Shouto knows that Bakugou is not easily breakable, but Shouto has always been built for destruction, and he does not know if he trusts his hands with something as complicated and wonderful as Bakugou.
“Thanks,” Bakugou says, turning back to Shouto. He quirks his lips up, but the smile doesn’t reach his eyes, not really. It’s like a sidestep to the left; like there’s something else in his eyes instead. “I should…”
“Do you want to stay?” Shouto asks. Quick and sudden, like a blade to the skin.
He waits for the blood to flow.
Bakugou’s eyes, half-wild. Bakugou’s expression, caught. Half-wistful. Half-guarded.
“I shouldn’t,” he says, and Shouto’s heart plummets, because it’s not a yes, and he’s right.
(I shouldn’t, he says, and Shouto’s heart soars, because it’s not a no, and Shouto is weak.)
“Probably not,” Shouto says, throat dry.
Bakugou’s eyes do that complicated thing again, wanting and frustrated and unsure, everything, all at once.
“But I’m asking you to anyway,” Shouto continues, quiet.
Bakugou blinks, long and slow. Moments pass. Centuries, even.
Shouto wants it to be over. Shouto thinks he’d wait eternities for this.
“Will you dry me off, then?” Bakugou finally asks. “Don’t wanna get your furniture wet.”
Shouto’s heart leaps.
“Sure,” he says. “Gotta make myself useful, right?”
It’s a joke, or sort of – a callback, maybe, to when they were teenagers, and Bakugou would grumble at Shouto to be useful until he pressed himself against Bakugou and warmed him.
But Bakugou just looks at him.
“You’re enough,” he says, voice gruff. Quiet. “Always. You know that, right?”
Oh.
Shouto swallows. “I do now,” he says, more a breath than words.
Bakugou closes his eyes for a moment, like something is striking at him, but he opens his eyes. They’re a little wet. It could be a trick of the light.
“Better late than never,” Bakugou murmurs, then looks at Shouto. “Okay,” he says.
That’s all, but Shouto takes his hand. Pulls him into his bedroom – presses his left side against Bakugou’s skin and clothes, warms him up, shakily inhales the scent of nitroglycerin as Bakugou’s breath hitches – sinks into the futon, and watches as Bakugou shuffles a little closer, curling more into him.
Shouto thinks about the easy way out: not to say anything, or to head him off from the outset, tell him he can leave before Hitomi wakes up if he wants – to save Shouto’s pride from being left, or to keep Bakugou from feeling trapped, or –
Shouto thinks about Izuku saying that sometimes paths can be straight, and takes a deep breath.
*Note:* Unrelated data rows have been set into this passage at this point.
"""Distributed runs on Dask: particle chunks mapped to workers, partial fields summed by
a fixed binary tree (so the result does not depend on which worker finishes first).

Each worker reads its own chunk (a range of particle ids) from the track file; only the
observer groups, the time grids and the settings travel with a task, and only partial
field arrays come back. A worker that dies is replaced and its tasks are recomputed by
Dask. Needs the optional extra: pip install "lagfield[dask]".

The checks of a worker count and a scheduler address are here too, shared by the run file
and the command line; importing this module stays light (the engine loads in the tasks).
"""

from __future__ import annotations

import contextlib
import copy
import logging
import numbers
import signal
import threading
import urllib.parse

import numpy as np

from .errors import ConfigError, LagfieldError

CONNECT_TIMEOUT_S = 10.0
TASK_RETRIES = 3
# The default chunk: several tasks per worker, so a worker that finishes early takes
# another (the last tasks end close together); a task holds its particles' rows in memory,
# about 80 bytes a row as columns, a few times that while reading, so at most 1e6 rows.
TASKS_PER_WORKER = 4
MAX_TASK_ROWS = 1_000_000
SCHEDULER_SCHEMES = ("tcp", "tls", "ucx", "ws", "wss")  # Dask's network protocols


def check_workers(value, where: str) -> int:
    """A number of local worker processes: a whole number >= 1 (a ConfigError naming
    `where`, e.g. "--workers" or "[compute] workers", otherwise)."""
    if isinstance(value, bool) or not isinstance(value, numbers.Integral) or value < 1:
        raise ConfigError(f"{where}: expected a whole number of worker processes >= 1, "
                          f"got {value!r}")
    return int(value)


def check_scheduler_address(text, where: str) -> str:
    """A Dask scheduler address, SCHEME://HOST:PORT (HOST:PORT means tcp), returned
    stripped; a ConfigError naming `where` otherwise. Checks the form only: whether a
    scheduler listens there is found out when connecting."""
    address = text.strip() if isinstance(text, str) else ""
    parts = None
    if address:
        parts = urllib.parse.urlsplit(address if "://" in address else f"tcp://{address}")
    try:
        port = parts.port if parts is not None else None
    except ValueError:  # not a number, or out of range
        port = None
    if (parts is None or parts.scheme not in SCHEDULER_SCHEMES or not parts.hostname
            or port is None or port == 0 or parts.path not in ("", "/") or parts.query
            or parts.fragment):
        raise ConfigError(f"{where}: {text!r} is not a scheduler address; expected "
                          f"SCHEME://HOST:PORT such as tcp://head-node:8786 (SCHEME one of "
                          f"{', '.join(SCHEDULER_SCHEMES)})")
    return address


def default_chunk(n_particles: int, n_rows: int, n_workers: int) -> int:
    """Particles per task when the run file gives no `[compute] chunk`: TASKS_PER_WORKER
    tasks for each of `n_workers`, fewer particles when a task would hold more than
    MAX_TASK_ROWS rows (`n_rows` rows in all), at least 1."""
    per_worker = n_particles // (TASKS_PER_WORKER * max(n_workers, 1))
    rows_per_particle = max(n_rows, 1) / max(n_particles, 1)
    return max(1, min(per_worker, int(MAX_TASK_ROWS // rows_per_particle)))


def particle_chunks(particle_ids, chunk: int):
    """[(low, high)] id ranges of at most `chunk` particles each, in ascending order."""
    ids = np.unique(np.asarray(particle_ids, dtype=np.int64))
    return [(int(ids[i]), int(ids[min(i + chunk, ids.size) - 1]))
            for i in range(0, ids.size, chunk)]


def chunk_fields(path, read_options, particle_range, groups, settings, spectrum, windows):
    """One task: read the particles of `particle_range` and return their GroupFields."""
    import numba

    from .engine import compute_fields
    from .tracks import read_tracks

    numba.set_num_threads(1)  # one core per worker process
    tracks = read_tracks(path, particle_range=particle_range, **read_options)
    return compute_fields(tracks, groups, settings, spectrum=spectrum, windows=windows)


def warm_up() -> None:
    """Run on every worker while the client reads the tracks: imports the engine and loads
    its compiled kernels (numba's cache) with a tiny run of each kind (near and far field,
    positions and momenta), so that the first field task does not pay for them."""
    import numba

    from .constants import C
    from .engine import FieldSettings, compute_fields
    from .observers import ObserverGroup
    from .tracks import Track

    numba.set_num_threads(1)
    t = np.linspace(0.0, 1e-10, 8)
    position = np.zeros((t.size, 3))
    position[:, 2] = 0.5 * C * t
    u = np.zeros((t.size, 3))
    u[:, 2] = 0.5 / np.sqrt(0.75)
    group = ObserverGroup("warm-up", "points", np.array([[0.1, 0.0, 0.0]]), np.zeros(3))
    for momenta in (None, u):
        track = Track(1, t, position, momenta, 1.0, 1.0)  # any charge loads the same code
        for far in (False, True):
            compute_fields([track], [group], FieldSettings(step_s=1e-11, far_field=far))


def start_warm_up(client) -> list:
    """`warm_up` submitted to each worker of the client (the futures, to be released once
    the field tasks are queued; a worker that fails it fails its field tasks alike)."""
    return [client.submit(warm_up, workers=[address], pure=False, allow_other_workers=False)
            for address in client.scheduler_info()["workers"]]


def _sum(first, second):
    """A new sum of two partial results (task inputs must stay untouched for retries)."""
    from .engine import add_results

    return add_results(copy.deepcopy(first), second)


def connect(workers: int | None = None, scheduler: str | None = None):
    """A dask.distributed Client: to `scheduler`, or on a new local cluster of `workers`
    processes. Clear errors when Dask is missing or the scheduler cannot be reached."""
    try:
        import dask
        from dask.distributed import Client
    except ImportError:
        raise LagfieldError("distributed runs need Dask: pip install \"lagfield[dask]\"") \
            from None
    if scheduler:
        try:
            return Client(scheduler, timeout=f"{CONNECT_TIMEOUT_S}s")
        except (OSError, TimeoutError) as exc:
            raise LagfieldError(f"cannot reach the Dask scheduler at {scheduler} within "
                                f"{CONNECT_TIMEOUT_S:g} s ({type(exc).__name__}: {exc})") \
                from None
    # A client that makes its own local cluster also closes it when it closes. Failures of
    # tasks come back as exceptions here; the workers' own log lines (heartbeats lost while
    # a cluster closes after Ctrl-C) would only be noise on the terminal.
    with _interrupts_ignored(), dask.config.set(_local_worker_config()):
        return Client(n_workers=int(workers or 1), threads_per_worker=1, processes=True,
                      dashboard_address=":0",  # any free port
                      silence_logs=logging.CRITICAL, preload=[__name__])  # see dask_setup


def _local_worker_config() -> dict:
    """Dask's settings for the local workers, less the memory trimming it asks of the C
    library (MALLOC_TRIM_THRESHOLD_): set, it also turns off the library's adaptive mmap
    threshold, so every large array is mapped and unmapped afresh, which made the field
    tasks 36 % slower with two workers on two cores (freed memory then stays with a worker
    for reuse, as in an in-process run)."""
    import dask

    key = "distributed.nanny.pre-spawn-environ"
    environ = {name: value for name, value in dask.config.get(key, {}).items()
               if name != "MALLOC_TRIM_THRESHOLD_"}
    # nor Dask's statistical profiler, which samples the task's stack every 10 ms (a few %)
    return {key: environ, "distributed.worker.profile.enabled": False}


# Ctrl-C at a terminal reaches the whole process group; only lagfield's own process should
# answer it (one line, then it closes the cluster), not every worker with a traceback.
# Workers started by `connect` inherit an ignored SIGINT (the one setting that survives
# exec); workers Dask restarts later ignore it from their preload, `dask_setup`.
@contextlib.contextmanager
def _interrupts_ignored():
    """SIGINT ignored meanwhile (Ctrl-C during the few seconds of a cluster's start is
    lost), when called from the main thread (elsewhere: nothing changes)."""
    if threading.current_thread() is not threading.main_thread():
        yield
        return
    previous = signal.signal(signal.SIGINT, signal.SIG_IGN)
    try:
        yield
    finally:
        signal.signal(signal.SIGINT, previous)


def dask_setup(worker) -> None:
    """Run by Dask in every local worker process as it starts (`preload`): ignore SIGINT."""
    if threading.current_thread() is threading.main_thread():
        signal.signal(signal.SIGINT, signal.SIG_IGN)


def compute_distributed(client, path, read_options, particle_ids, groups, settings, *,
                        spectrum=None, windows, chunk: int | None = None, n_rows=None,
                        progress=None):
    """GroupFields of all particles, computed chunk by chunk on the client's workers.
    chunk: particles per task; None: `default_chunk` for the cluster's worker threads
    (and `n_rows`, the rows of the track file, default 50 a particle).
    progress(n) is called with the number of particles of each chunk as it completes."""
    from dask.distributed import as_completed

    ids = np.unique(np.asarray(particle_ids, dtype=np.int64))
    if chunk is None:
        chunk = default_chunk(ids.size, 50 * ids.size if n_rows is None else n_rows,
                              sum(client.nthreads().values()))
    ranges = particle_chunks(ids, chunk)
    if not ranges:
        raise LagfieldError("the track file holds no particles")
    sizes = {}
    futures = []
    for low, high in ranges:
        future = client.submit(chunk_fields, path, read_options, (low, high), groups, settings,
                               spectrum, windows, pure=False, retries=TASK_RETRIES)
        sizes[future.key] = int(np.count_nonzero((ids >= low) & (ids <= high)))
        futures.append(future)
    level = list(futures)
    while len(level) > 1:  # a fixed binary tree: the sum is the same in every run
        paired = [client.submit(_sum, level[i], level[i + 1], pure=False,
                                retries=TASK_RETRIES) for i in range(0, len(level) - 1, 2)]
        if len(level) % 2:
            paired.append(level[-1])
        level = paired
    for finished in as_completed(futures):
        if finished.status == "error":
            finished.result()  # raises the task's error here
        if progress is not None:
            progress(sizes[finished.key])
    return level[0].result()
(hey katsuki you know i’m in—)
“Hitomi likes pancakes,” he says, stark in the depths of the night. A beat. Two. “Please stay,” he whispers.
There is no answer.
Todoroki Shouto goes to sleep next to Bakugou Katsuki on a rainy Tuesday at eleven thirty pm.
He wakes up on Wednesday morning, and Bakugou is there, looking at him. Looking caught, looking hesitant, but he’s there, looking at Shouto, and he’s so, so beautiful.
And he stayed.
“Hey, Katsuki,” Shouto says, voice sleep-slurred, but warmer than anything he’s ever managed with his quirk. “Do you like pancakes?”
He’s not bleeding this time, and it’s half-crooked rather than half-feral, but when Bakugou Katsuki smiles at him, Shouto still thinks: I want to kiss you.